- [What you have to do]:
Restate every entry word for word.

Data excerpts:
=====

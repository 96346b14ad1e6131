// SPDX-License-Identifier: GPL-3.0-or-later
#pragma once

#include "core/trend/engine_series.h"

#include <cstddef>
#include <optional>
#include <span>
#include <vector>

/// Drift of the engine as a whole: turbocharger, cooler, consumption, and the medians over the cylinders.
namespace evenstroke::drift {

class EngineLevel
{
public:
    /// Series in the order of the input's engine channels, then the medians of the catalogue that the input
    /// has.
    explicit EngineLevel(const Input& input);

    struct MedianOf
    {
        std::size_t channel; ///< of the cylinders
        std::size_t series;
    };
    const std::vector<MedianOf>& medians() const { return medians_; }
    std::vector<EngineSeries>& series() { return series_; }
    const std::vector<EngineSeries>& series() const { return series_; }

    /// Evidence at the last reading that was added; `any_change` is not used here.
    ScanResult scan(std::size_t reading) const;
    const std::string& candidate_name(std::size_t candidate) const;
    /// Series that a candidate moves.
    std::vector<std::size_t> moved_by(std::size_t candidate) const;

private:
    struct Weighted
    {
        const Signature* source;
        std::vector<double> weight; ///< (series)
    };
    std::optional<double> strength(const Weighted& signature, std::span<const std::optional<Fit>> fits) const;

    std::vector<EngineSeries> series_;
    std::vector<MedianOf> medians_;
    std::vector<Weighted> signatures_;
};

} // namespace evenstroke::drift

=====

- [Task response]:
repository 96346b14ad1e6131
// SPDX-License-Identifier: GPL-3.0-or-later
#pragma once

#include "core/trend/engine_series.h"

#include <cstddef>
#include <optional>
#include <span>
#include <vector>

/// Drift of the engine as a whole: turbocharger, cooler, consumption, and the medians over the cylinders.
namespace evenstroke::drift {

class EngineLevel
{
public:
    /// Series in the order of the input's engine channels, then the medians of the catalogue that the input
    /// has.
    explicit EngineLevel(const Input& input);

    struct MedianOf
    {
        std::size_t channel; ///< of the cylinders
        std::size_t series;
    };
    const std::vector<MedianOf>& medians() const { return medians_; }
    std::vector<EngineSeries>& series() { return series_; }
    const std::vector<EngineSeries>& series() const { return series_; }

    /// Evidence at the last reading that was added; `any_change` is not used here.
    ScanResult scan(std::size_t reading) const;
    const std::string& candidate_name(std::size_t candidate) const;
    /// Series that a candidate moves.
    std::vector<std::size_t> moved_by(std::size_t candidate) const;

private:
    struct Weighted
    {
        const Signature* source;
        std::vector<double> weight; ///< (series)
    };
    std::optional<double> strength(const Weighted& signature, std::span<const std::optional<Fit>> fits) const;

    std::vector<EngineSeries> series_;
    std::vector<MedianOf> medians_;
    std::vector<Weighted> signatures_;
};

} // namespace evenstroke::drift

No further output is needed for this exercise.